Sampling
A representative sample of tuberculosis case registers was selected based on the list of all 140 management units in the public (governmental) sector in Cambodia and all 668 units in Viet Nam. A random selection of 30 units from each list was made by an independent collaborator. From each of these randomly selected management units, the Tuberculosis Case Register (henceforth the "case register") for two full calendar years was taken. The earliest permissible registration start was 1 January 2003 and the latest 31 December 2005.
Study approval
Because of the retrospective, record-based nature of the study and the omission of capturing any patient names, each country decided to require only administrative approval. Ethical approval for the study was obtained from The Union Ethics Advisory Group.
Data entry form and capture
The electronic data collection instrument was prepared with EpiData Entry (Version 3.1, freely available at http://www.epidata.dk). All variables recommended in the forms proposed by the International Union Against Tuberculosis and Lung Disease (The Union) [1] were captured, except for the name and address of the patient.
The data entry form was designed to be as efficient as possible, i.e. the length of each field was kept at the minimum required to allow automatic progress to the next field without hard carriage return after data entry in most instances. For instance, the case register has seven dates, (including the date registered, treatment start date, dates of bacteriologic examination at diagnosis, after 2(3), 5 and 7 months; and treatment result date). Each of these was entered as three separate variables for day, month, and year, with the computer calculating an exact date if all date components were known or an approximate date otherwise.
This approach served a triple purpose. Firstly, the year remained unchanged for about half of the records of the 2-year period and could thus be set to automatic repetition in the next record, requiring only confirmation with a single key stroke rather than re-entering the four digits. Secondly, automatically calculated exact dates (when all three date components were available) could be distinguished from automatically calculated approximated dates when fewer date components were available. Thirdly, it circumvented errors arising from style differences in writing dates among collaborating countries. Efficiency was further improved by using numeric coding coupled with labels, so that many variables required just a field length of 1 (e.g., sex of patient, intensive and continuation phase definitions, disease category and site, treatment outcome, etc.). Thus, while there were 37 variables in total that had to be entered, the total sum of field lengths was only 111, many of which (repeat fields) did only require a single key stroke despite a length of 4.
To allow validation of duplicate files a unique identifier was automatically composed for each record from the tuberculosis unit number (unique for one calendar year for a given unit), the registration year, the code of the treatment unit and the country.
In Viet Nam, data were double-entered by different and independent data entry persons. The two completed files from each tuberculosis treatment unit were sent to the country coordinator for comparison to identify any discordance between values for any variable for every pair of records. They were validated in a single step in EpiData Entry which compares each record of the first set on the unique identifier with the corresponding record of the second set. The generated report lists every record with at least one discordance, showing every field for that record with any discordance in its value. As any discordance arises as a result of a data entry error in either of the two records of a pair and it cannot be known in advance which of the sets has fewer errors, it was arbitrarily decided that a copy of the first set should always be the set for making corrections. This file was saved as the final dataset in which any error as ascertained by checking against the original physical record was corrected. As a result, three sets of files were available, allowing reproducing the data validation process. In Cambodia, the same system was used per protocol, but human resource constraints precluded different data entry teams and task switching within the team was done at their discretion. Validation of files remained the responsibility of the national coordinator.

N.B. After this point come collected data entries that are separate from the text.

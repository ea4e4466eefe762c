package manyskies.farm;

import java.time.Duration;
import java.util.function.Consumer;

/**
 * Sees that there is somebody to compute.
 *
 * <p>When a master goes unreachable a Spark driver waits in its job for many minutes; without an
 * executor for {@link #PATIENCE} the farm gives up instead, with one sentence.
 */
final class Watchdog implements AutoCloseable {
    static final Duration PATIENCE = Duration.ofSeconds(60);
    private static final Duration STEP = Duration.ofSeconds(1);

    private final Cluster cluster;
    private final FarmSettings settings;
    private final Consumer<FarmException> onLoss;
    private final Thread thread = new Thread(this::watch, "cluster-watchdog");

    private Watchdog(Cluster cluster, FarmSettings settings, Consumer<FarmException> onLoss) {
        this.cluster = cluster;
        this.settings = settings;
        this.onLoss = onLoss;
    }

    static Watchdog start(Cluster cluster, FarmSettings settings, Consumer<FarmException> onLoss) {
        Watchdog watchdog = new Watchdog(cluster, settings, onLoss);
        watchdog.thread.setDaemon(true);
        watchdog.thread.start();
        return watchdog;
    }

    private void watch() {
        long idleSteps = 0;
        try {
            while (!cluster.isStopped() && idleSteps < PATIENCE.toSeconds()) {
                Thread.sleep(STEP.toMillis());
                idleSteps = settings.isLocal() || cluster.executors() > 0 ? 0 : idleSteps + 1;
            }
        } catch (InterruptedException e) {
            return; // closed
        }
        onLoss.accept(new FarmException(sentence()));
    }

    private String sentence() {
        return "no host of "
                + settings.masterUrl()
                + " has been computing for "
                + PATIENCE.toSeconds()
                + " s; see that the master and its workers are up. Committed blocks stay, the same"
                + " command resumes.";
    }

    @Override
    public void close() {
        thread.interrupt();
    }
}
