package manyskies.farm;

import java.io.PrintWriter;
import java.time.Clock;
import java.time.Duration;
import java.time.Instant;
import java.time.ZonedDateTime;
import java.time.format.DateTimeFormatter;
import java.util.Locale;
import manyskies.result.BlockId;

/**
 * One line of progress: realisations done, rate, projected end by the clock.
 *
 * <p>On a terminal the line is redrawn with every block; otherwise a plain line is written every 30
 * seconds, so that a log stays short.
 */
public final class ProgressLine implements Progress, AutoCloseable {
    private static final Duration PLAIN_EVERY = Duration.ofSeconds(30);
    private static final String ERASE_LINE = "\r\u001b[K";
    private static final DateTimeFormatter TODAY =
            DateTimeFormatter.ofPattern("HH:mm:ss", Locale.ROOT);
    private static final DateTimeFormatter LATER =
            DateTimeFormatter.ofPattern("yyyy-MM-dd HH:mm", Locale.ROOT);

    private final PrintWriter out;
    private final boolean terminal;
    private final Clock clock;
    private final Pace pace;
    private Instant lastPlain;
    private boolean drawn;

    /**
     * A line that counts from now.
     *
     * @param out where it goes
     * @param terminal whether it can be redrawn
     * @param realisations how many are to come
     * @param warmUp after how many the rate is believed: a block per core
     * @param clock the wall clock, with its time zone
     */
    public ProgressLine(
            PrintWriter out, boolean terminal, int realisations, int warmUp, Clock clock) {
        this.out = out;
        this.terminal = terminal;
        this.clock = clock;
        this.lastPlain = clock.instant();
        this.pace = new Pace(realisations, warmUp, lastPlain);
    }

    @Override
    public synchronized void blockDone(BlockId id) {
        Instant now = clock.instant();
        pace.add(id.count(), now);
        if (terminal) {
            out.print(ERASE_LINE + text(now));
            drawn = true;
        } else if (Duration.between(lastPlain, now).compareTo(PLAIN_EVERY) >= 0) {
            out.println(text(now));
            lastPlain = now;
        }
        out.flush();
    }

    @Override
    public synchronized void blockFailed(BlockFailure failure) {
        erase();
        out.println(failure.message());
        out.flush();
    }

    /** Erases a redrawn line, so that what is printed next starts on a clean one. */
    @Override
    public synchronized void close() {
        erase();
        out.flush();
    }

    private void erase() {
        if (drawn) {
            out.print(ERASE_LINE);
            drawn = false;
        }
    }

    private String text(Instant now) {
        String count = pace.done() + " of " + pace.total() + " realisations";
        String rate = pace.rate().map(r -> ", " + perTime(r)).orElse("");
        String end = pace.end().map(e -> ", ends about " + time(e, now)).orElse("");
        return count + rate + end;
    }

    private static String perTime(double perSecond) {
        return perSecond >= 1
                ? String.format(Locale.ROOT, "%.1f a second", perSecond)
                : String.format(Locale.ROOT, "%.1f a minute", 60 * perSecond);
    }

    private String time(Instant end, Instant now) {
        ZonedDateTime there = end.atZone(clock.getZone());
        boolean today = there.toLocalDate().equals(now.atZone(clock.getZone()).toLocalDate());
        return there.format(today ? TODAY : LATER);
    }
}
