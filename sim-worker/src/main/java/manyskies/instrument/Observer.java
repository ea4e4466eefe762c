package manyskies.instrument;

import java.util.ArrayList;
import java.util.List;
import manyskies.field.CmbModes;
import manyskies.field.Modes;
import manyskies.flat.FlatGrid;
import manyskies.flat.ModeDisc;
import manyskies.flat.StokesMaps;
import manyskies.flat.StokesTransform;
import manyskies.random.Address;
import manyskies.specification.Survey;

/**
 * Observes lensed skies: X_obs = beam X + noise, with the taper over both where there is one.
 *
 * <p>Without a taper only the modes asked for are transformed, convolved and given noise. With one,
 * the full disc of modes is, then the maps are tapered, and the modes asked for are taken from
 * those. The noise of T has the survey's power in T, that of E and B the power in P (white and equal
 * noise of Q and U is white and equal noise of E and B).
 *
 * <p>Holds scratch memory: one thread at a time.
 */
public final class Observer {
    private final FlatGrid grid;
    private final int splits;
    private final List<BeamAndNoise> fields; // T, E, B
    private final StokesTransform signal; // the modes that are observed
    private final StokesTransform wanted; // the modes that are returned
    private final EdgeTaper taper; // or null

    private Observer(Survey survey, ModeDisc disc, ModeDisc wanted) {
        grid = disc.grid();
        splits = survey.splits();
        GaussianBeam beam = new GaussianBeam(survey.beam());
        fields =
                List.of(
                        BeamAndNoise.of(disc, "T", beam, survey.temperature(), splits),
                        BeamAndNoise.of(disc, "E", beam, survey.polarisation(), splits),
                        BeamAndNoise.of(disc, "B", beam, survey.polarisation(), splits));
        signal = StokesTransform.of(disc);
        this.wanted = StokesTransform.of(wanted);
        taper = survey.edgeTaper() == 0 ? null : EdgeTaper.of(grid, survey.edgeTaper());
    }

    /**
     * An observer that returns modes with |l| &le; limit.
     *
     * @throws IllegalArgumentException if the survey's beam, splits or taper are impossible here
     */
    public static Observer of(FlatGrid grid, Survey survey, double limit) {
        ModeDisc wanted = ModeDisc.of(grid, limit);
        boolean tapered = survey.edgeTaper() != 0;
        ModeDisc observed = tapered ? ModeDisc.of(grid, grid.nyquist()) : wanted;
        return new Observer(survey, observed, wanted);
    }

    /**
     * Observed modes, all splits together; beam (and taper) included.
     *
     * @param sky lensed maps
     * @param noise address of the noise
     */
    public CmbModes observe(StokesMaps sky, Address noise) {
        return tapered(coadd(signal.analyse(sky), noise));
    }

    /** Observed modes of each split, in order. Their mean is {@link #observe}, to rounding. */
    public List<CmbModes> observeSplits(StokesMaps sky, Address noise) {
        CmbModes modes = signal.analyse(sky);
        List<CmbModes> all = new ArrayList<>();
        for (int split = 0; split < splits; split++) {
            int number = split;
            all.add(tapered(each(modes, (field, of) -> field.split(of, noise, number))));
        }
        return all;
    }

    /**
     * Observed maps, all splits together, of the modes this observer works with; to look at.
     *
     * @param sky lensed maps
     */
    public StokesMaps observedMaps(StokesMaps sky, Address noise) {
        StokesMaps maps = signal.synthesise(coadd(signal.analyse(sky), noise));
        if (taper != null) {
            taper.apply(maps);
        }
        return maps;
    }

    private CmbModes coadd(CmbModes sky, Address noise) {
        return each(sky, (field, of) -> field.coadd(of, noise));
    }

    private CmbModes tapered(CmbModes observed) {
        if (taper == null) {
            return observed;
        }
        StokesMaps maps = signal.synthesise(observed);
        taper.apply(maps);
        return wanted.analyse(maps);
    }

    private CmbModes each(CmbModes sky, FieldStep step) {
        return new CmbModes(
                step.apply(fields.get(0), sky.temperature()),
                step.apply(fields.get(1), sky.gradient()),
                step.apply(fields.get(2), sky.curl()));
    }

    /** What is done to each field in turn. */
    private interface FieldStep {
        Modes apply(BeamAndNoise field, Modes sky);
    }
}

In addition to study variables, data entry time was computer-generated and written to an access-blocked field, recording the time elapsed starting from the opening of a new record and completing entering the value for the last field, immediately before saving the record to disk. This field provided the basis to obtain an estimate for data entry cost but it also offered a control element whether data were truly double-entered. In every file there were isolated records that resulted in artificially long entry times if the data entry person was disturbed during entry before reaching the end of the record. The design was such that any later corrections in the record did not result in a change of the originally recorded data entry time.
Data analysis
All analyses were done using EpiData Analysis (Version 2.2.1.171, freely available at http://www.epidata.dk). The 120 original sets and the 60 final datasets were separately combined into two respective sets for analysis, defining new variables and sub-sets of the dataset as required. Point estimates are shown with 95% confidence intervals for the mean or proportions where appropriate.